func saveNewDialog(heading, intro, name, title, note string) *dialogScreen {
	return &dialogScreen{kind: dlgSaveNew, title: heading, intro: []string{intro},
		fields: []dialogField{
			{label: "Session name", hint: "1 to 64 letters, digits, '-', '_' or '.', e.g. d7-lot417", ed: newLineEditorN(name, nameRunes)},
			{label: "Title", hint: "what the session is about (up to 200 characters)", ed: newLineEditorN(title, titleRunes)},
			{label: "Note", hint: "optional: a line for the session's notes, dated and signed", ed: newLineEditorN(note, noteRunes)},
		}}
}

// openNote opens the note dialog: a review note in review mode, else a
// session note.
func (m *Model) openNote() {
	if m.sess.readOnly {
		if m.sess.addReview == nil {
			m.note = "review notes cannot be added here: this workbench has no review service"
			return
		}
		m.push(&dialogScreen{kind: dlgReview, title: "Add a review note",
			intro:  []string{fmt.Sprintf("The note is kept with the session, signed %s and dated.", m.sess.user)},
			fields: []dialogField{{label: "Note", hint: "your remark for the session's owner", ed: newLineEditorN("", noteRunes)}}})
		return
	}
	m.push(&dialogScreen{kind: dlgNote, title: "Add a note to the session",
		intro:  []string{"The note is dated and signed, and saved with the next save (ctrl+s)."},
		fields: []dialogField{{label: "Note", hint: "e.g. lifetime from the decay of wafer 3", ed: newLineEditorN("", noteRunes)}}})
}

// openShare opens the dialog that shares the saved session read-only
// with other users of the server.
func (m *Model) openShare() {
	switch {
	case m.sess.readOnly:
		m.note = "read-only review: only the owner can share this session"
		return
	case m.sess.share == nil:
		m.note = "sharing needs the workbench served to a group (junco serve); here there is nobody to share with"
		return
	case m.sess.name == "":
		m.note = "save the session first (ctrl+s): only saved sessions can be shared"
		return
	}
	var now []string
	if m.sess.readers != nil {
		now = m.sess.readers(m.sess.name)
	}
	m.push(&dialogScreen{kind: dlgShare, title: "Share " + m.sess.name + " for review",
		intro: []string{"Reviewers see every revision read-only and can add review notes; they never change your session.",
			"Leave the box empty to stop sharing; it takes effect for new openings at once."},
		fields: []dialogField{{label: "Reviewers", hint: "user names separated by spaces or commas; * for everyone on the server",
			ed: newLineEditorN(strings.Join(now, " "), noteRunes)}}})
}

.....

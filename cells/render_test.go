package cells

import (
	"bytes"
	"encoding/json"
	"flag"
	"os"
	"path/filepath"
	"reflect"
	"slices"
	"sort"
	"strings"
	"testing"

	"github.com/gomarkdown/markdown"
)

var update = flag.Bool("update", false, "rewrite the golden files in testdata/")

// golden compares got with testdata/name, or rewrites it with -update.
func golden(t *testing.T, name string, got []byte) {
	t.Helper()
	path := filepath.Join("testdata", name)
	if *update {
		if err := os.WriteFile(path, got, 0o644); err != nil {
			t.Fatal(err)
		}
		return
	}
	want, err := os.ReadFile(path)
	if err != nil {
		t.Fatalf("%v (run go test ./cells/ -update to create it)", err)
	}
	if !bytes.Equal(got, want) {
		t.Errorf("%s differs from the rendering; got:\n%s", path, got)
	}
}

.....

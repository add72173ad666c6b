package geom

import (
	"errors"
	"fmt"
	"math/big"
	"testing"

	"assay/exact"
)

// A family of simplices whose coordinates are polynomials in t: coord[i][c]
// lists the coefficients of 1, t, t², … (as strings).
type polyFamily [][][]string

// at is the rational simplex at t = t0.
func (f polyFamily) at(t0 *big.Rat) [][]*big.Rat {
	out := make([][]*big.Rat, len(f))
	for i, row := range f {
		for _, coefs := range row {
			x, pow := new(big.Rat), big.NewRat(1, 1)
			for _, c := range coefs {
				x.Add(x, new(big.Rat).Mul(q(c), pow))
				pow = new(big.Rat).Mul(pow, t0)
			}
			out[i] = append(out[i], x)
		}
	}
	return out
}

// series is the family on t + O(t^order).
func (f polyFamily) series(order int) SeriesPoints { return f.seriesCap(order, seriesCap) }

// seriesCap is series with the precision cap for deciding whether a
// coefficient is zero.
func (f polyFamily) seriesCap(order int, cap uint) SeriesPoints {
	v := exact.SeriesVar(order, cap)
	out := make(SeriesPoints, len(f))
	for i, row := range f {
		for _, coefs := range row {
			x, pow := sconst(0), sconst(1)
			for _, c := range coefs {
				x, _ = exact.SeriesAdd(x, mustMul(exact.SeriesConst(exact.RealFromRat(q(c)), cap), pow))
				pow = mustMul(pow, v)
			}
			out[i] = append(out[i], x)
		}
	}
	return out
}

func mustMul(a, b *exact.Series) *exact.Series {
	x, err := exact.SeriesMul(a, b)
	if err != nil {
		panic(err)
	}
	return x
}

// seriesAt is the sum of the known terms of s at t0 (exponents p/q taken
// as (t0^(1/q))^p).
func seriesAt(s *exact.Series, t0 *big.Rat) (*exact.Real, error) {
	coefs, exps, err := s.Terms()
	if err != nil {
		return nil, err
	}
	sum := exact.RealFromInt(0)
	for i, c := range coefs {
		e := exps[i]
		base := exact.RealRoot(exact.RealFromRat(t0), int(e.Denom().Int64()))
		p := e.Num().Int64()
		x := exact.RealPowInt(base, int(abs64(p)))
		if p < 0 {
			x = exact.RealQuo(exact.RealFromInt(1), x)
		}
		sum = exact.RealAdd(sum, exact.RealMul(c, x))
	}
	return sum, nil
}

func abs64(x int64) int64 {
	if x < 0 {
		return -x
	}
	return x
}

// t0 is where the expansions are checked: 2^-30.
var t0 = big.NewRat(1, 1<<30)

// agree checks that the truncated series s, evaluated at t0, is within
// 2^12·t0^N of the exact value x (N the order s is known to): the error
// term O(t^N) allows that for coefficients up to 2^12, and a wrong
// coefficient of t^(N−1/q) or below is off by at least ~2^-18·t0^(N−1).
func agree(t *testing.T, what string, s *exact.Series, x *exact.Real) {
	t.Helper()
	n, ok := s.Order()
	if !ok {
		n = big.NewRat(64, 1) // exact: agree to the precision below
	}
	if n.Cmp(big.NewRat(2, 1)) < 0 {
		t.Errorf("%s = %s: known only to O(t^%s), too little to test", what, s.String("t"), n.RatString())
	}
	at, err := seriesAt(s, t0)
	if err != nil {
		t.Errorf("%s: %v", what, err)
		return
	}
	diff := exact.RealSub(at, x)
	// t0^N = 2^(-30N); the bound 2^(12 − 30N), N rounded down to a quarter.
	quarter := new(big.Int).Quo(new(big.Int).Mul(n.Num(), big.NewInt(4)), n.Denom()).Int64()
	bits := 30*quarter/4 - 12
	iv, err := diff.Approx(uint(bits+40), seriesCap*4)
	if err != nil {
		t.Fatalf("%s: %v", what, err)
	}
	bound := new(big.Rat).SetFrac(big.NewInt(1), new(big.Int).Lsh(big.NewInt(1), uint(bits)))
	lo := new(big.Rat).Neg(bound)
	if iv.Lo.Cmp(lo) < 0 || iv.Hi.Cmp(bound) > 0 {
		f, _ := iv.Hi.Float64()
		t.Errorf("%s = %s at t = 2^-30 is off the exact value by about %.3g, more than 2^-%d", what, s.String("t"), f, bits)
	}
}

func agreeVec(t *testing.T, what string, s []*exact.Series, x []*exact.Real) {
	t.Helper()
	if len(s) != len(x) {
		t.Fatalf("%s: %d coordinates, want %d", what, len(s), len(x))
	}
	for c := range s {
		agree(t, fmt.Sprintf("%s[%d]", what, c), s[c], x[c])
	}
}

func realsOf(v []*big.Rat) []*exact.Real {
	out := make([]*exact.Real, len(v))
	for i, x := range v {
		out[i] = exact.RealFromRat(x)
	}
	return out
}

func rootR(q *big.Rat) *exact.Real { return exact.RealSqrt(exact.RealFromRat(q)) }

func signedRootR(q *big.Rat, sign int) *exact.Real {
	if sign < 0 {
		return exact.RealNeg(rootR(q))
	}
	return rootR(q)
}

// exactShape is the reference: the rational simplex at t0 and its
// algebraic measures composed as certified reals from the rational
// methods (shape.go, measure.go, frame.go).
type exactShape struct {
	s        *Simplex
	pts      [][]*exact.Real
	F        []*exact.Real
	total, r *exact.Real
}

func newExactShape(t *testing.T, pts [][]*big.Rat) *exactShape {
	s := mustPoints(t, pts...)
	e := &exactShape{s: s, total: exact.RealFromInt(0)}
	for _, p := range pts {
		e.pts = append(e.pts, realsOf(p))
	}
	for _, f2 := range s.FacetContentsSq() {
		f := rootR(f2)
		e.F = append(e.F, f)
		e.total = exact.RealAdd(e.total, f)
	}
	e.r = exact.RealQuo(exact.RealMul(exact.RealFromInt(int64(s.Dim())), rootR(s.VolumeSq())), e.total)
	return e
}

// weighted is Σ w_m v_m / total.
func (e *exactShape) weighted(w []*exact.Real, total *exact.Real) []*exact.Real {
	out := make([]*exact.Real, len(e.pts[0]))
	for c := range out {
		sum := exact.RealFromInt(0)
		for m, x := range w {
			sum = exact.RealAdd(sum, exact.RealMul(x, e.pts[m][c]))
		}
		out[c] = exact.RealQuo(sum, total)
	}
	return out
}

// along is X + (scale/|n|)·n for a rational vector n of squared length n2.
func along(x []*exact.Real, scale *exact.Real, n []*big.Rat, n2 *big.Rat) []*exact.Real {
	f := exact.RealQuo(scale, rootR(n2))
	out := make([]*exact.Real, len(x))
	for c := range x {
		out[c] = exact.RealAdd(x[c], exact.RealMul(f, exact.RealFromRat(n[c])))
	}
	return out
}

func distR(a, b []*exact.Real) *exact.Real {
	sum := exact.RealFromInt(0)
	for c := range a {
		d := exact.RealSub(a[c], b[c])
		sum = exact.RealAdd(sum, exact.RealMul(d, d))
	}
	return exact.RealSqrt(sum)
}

.....

◆ WHAT YOU NEED TO DO: If a line of the records above contains the word "about", count it; then give the total and nothing more.

◆ EXERCISE RESULT: 2